Primary classification: the cigarette production data is subjected to a correlation analysis flow in a transverse multi-field mode, and the correlation analysis flow is shown in figure 1. Through multi-field association analysis, a clustering algorithm is adopted to extract representative words (associated with a plurality of words) of main business systems of each tobacco industry as core words, then based on word association, primary association, secondary association and tertiary association are extended, such as A and B association, B and C association and C and D association, mutual weight attenuation is calculated, and association of A and D is obtained.

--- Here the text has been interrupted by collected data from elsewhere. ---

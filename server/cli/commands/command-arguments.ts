import { parseArgs } from 'node:util';
import type { StatedPlace } from '#engine/weather-files/read-options.ts';

/** Wrong use of a command; the message says what. Ends it with code 2. */
export class WrongUse extends Error {
  override readonly name = 'WrongUse';
}

export interface CommandArguments {
  readonly files: readonly string[];
  readonly strict: boolean;
  readonly brief: string | null;
  /** What `--place` says of the stations. */
  readonly place: Required<Omit<StatedPlace, 'name'>> | null;
  /** File with the mapping of a table. */
  readonly columns: string | null;
  /** File with answers to what a file asks. */
  readonly answers: string | null;
}

const PLACE_PARTS = [
  { name: 'latitude', low: -90, high: 90 },
  { name: 'longitude', low: -180, high: 180 },
  { name: 'elevation', low: -500, high: 9000 },
  { name: 'offset from UTC', low: -12, high: 14 },
] as const;

/**
 * Reads what follows the command's name.
 * @throws WrongUse
 */
export function readArguments(args: readonly string[]): CommandArguments {
  const { positionals, values } = parsed(args);
  return {
    files: positionals,
    strict: values.strict,
    brief: values.brief ?? null,
    place: values.place === undefined ? null : readPlace(values.place),
    columns: values.columns ?? null,
    answers: values.answers ?? null,
  };
}

function parsed(args: readonly string[]) {
  try {
    return parseArgs({
      args: [...args],
      options: {
        strict: { type: 'boolean', default: false },
        brief: { type: 'string' },
        place: { type: 'string' },
        columns: { type: 'string' },
        answers: { type: 'string' },
      },
      allowPositionals: true,
    });
  } catch (error) {
    throw new WrongUse(error instanceof Error ? error.message : String(error));
  }
}

/** `LAT,LON,ELEVATION_M,UTC_OFFSET_H`. */
function readPlace(text: string): NonNullable<CommandArguments['place']> {
  const parts = text.split(',').map((part) => (part.trim() === '' ? Number.NaN : Number(part)));
  const fits = PLACE_PARTS.every(({ high, low }, index) => {
    const value = parts[index] ?? Number.NaN;
    return value >= low && value <= high;
  });
  if (!fits || parts.length !== PLACE_PARTS.length) {
    const wanted = PLACE_PARTS.map(({ high, low, name }) => `${name} (${low} to ${high})`).join(', ');
    throw new WrongUse(
      `--place wants four numbers with commas between them: ${wanted}. Example: --place=-30.1,19.9,968,2`,
    );
  }
  const [latitude = 0, longitude = 0, elevationM = 0, utcOffsetH = 0] = parts;
  return { latitude, longitude, elevationM, utcOffsetH };
}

All words are aggregated to the core words as far as possible, industry word lists are made, and clustering is carried out by adopting the clustering algorithm industry word lists, so that data classification is obtained.

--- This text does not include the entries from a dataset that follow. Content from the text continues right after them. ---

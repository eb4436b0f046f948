import type { Knex } from 'knex';

export interface NewStation {
  readonly teamId: string;
  readonly name: string;
  readonly latitude: number;
  readonly longitude: number;
  readonly elevationM: number;
  readonly utcOffsetMin: number;
  readonly zone: string;
  readonly wmoNumber: string | null;
}

export async function insertStation(transaction: Knex.Transaction, station: NewStation): Promise<string> {
  const { rows } = await transaction.raw<{ rows: [{ id: string }] }>(
    `insert into stations (team_id, name, latitude, longitude, elevation_m, utc_offset_min, zone, wmo_number)
     values (:teamId, :name, :latitude, :longitude, :elevationM, :utcOffsetMin, :zone, :wmoNumber)
     returning id`,
    { ...station },
  );
  return rows[0].id;
}

/** One acceptance of a team at a time looks for its station, so that two files of one station never make it twice. */
export async function lockStationsOfTeam(transaction: Knex.Transaction, teamId: string): Promise<void> {
  await transaction.raw('select 1 from teams where teams.id = ? for no key update', [teamId]);
}

/**
 * The team's station that a file means: same WMO number or same name, and within the given distances; the nearest in height
 * when several are.
 */
export async function findStationLike(
  db: Knex,
  wanted: {
    teamId: string;
    name: string;
    wmoNumber: string | null;
    latitude: number;
    longitude: number;
    elevationM: number;
    withinDeg: number;
    withinM: number;
  },
): Promise<string | null> {
  const { rows } = await db.raw<{ rows: { id: string }[] }>(
    `select stations.id
     from stations
     where stations.team_id = :teamId
       and (stations.wmo_number = :wmoNumber or lower(stations.name) = lower(:name))
       and abs(stations.latitude - :latitude) <= :withinDeg
       and least(abs(stations.longitude - :longitude), 360 - abs(stations.longitude - :longitude)) <= :withinDeg
       and abs(stations.elevation_m - :elevationM) <= :withinM
     order by abs(stations.elevation_m - :elevationM), stations.created_at, stations.id
     limit 1`,
    wanted,
  );
  return rows[0]?.id ?? null;
}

Although embodiments of the present invention have been shown and described, it will be understood by those skilled in the art that various changes, modifications, substitutions and alterations can be made therein without departing from the principles and spirit of the invention, the scope of which is defined in the appended claims and their equivalents.

Claims

1. The method for classifying the cigarette production data is characterized by comprising the following steps of:

s3, normalizing core word vectors of the service system; wherein, the liquid crystal display device comprises a liquid crystal display device,

by d _i Representing weights, retaining only valuable words, where c _i Indicating that word i appears c in the business system field _i The denominator is the number of all useful words, and the formula is:

2. The method for classifying cigarette production data according to claim 1, wherein: representative words associated with the business system include time, place, character, action, result, as core words.

3. The method for classifying cigarette production data according to claim 1 or 2, wherein: in the step S2, the service system comprises representative words including name, mobile phone number, tobacco producing place, tobacco price, shredding, temperature and logistics; the second representative word of the service system comprises a name, a home address, a mobile phone number, a tobacco producing place, a tobacco price, a roll package and an activity;

in step S2, two service systems may be selected from the five service systems.

4. A method of sorting cigarette production data according to claim 3, wherein: in step S2, two business systems, namely, a first business system and a second business system, construct a word bag:

5. A method of sorting cigarette production data according to claim 3, wherein: in the step S6 of the process,

6. The method for sorting cigarette production data according to claim 5, wherein: in the step S7 of the process,

7. The method for classifying cigarette production data according to claim 1, wherein: in step S5, if some connection lines cannot simultaneously satisfy the connection of a plurality of points on a plane, the connection with a large value is discarded.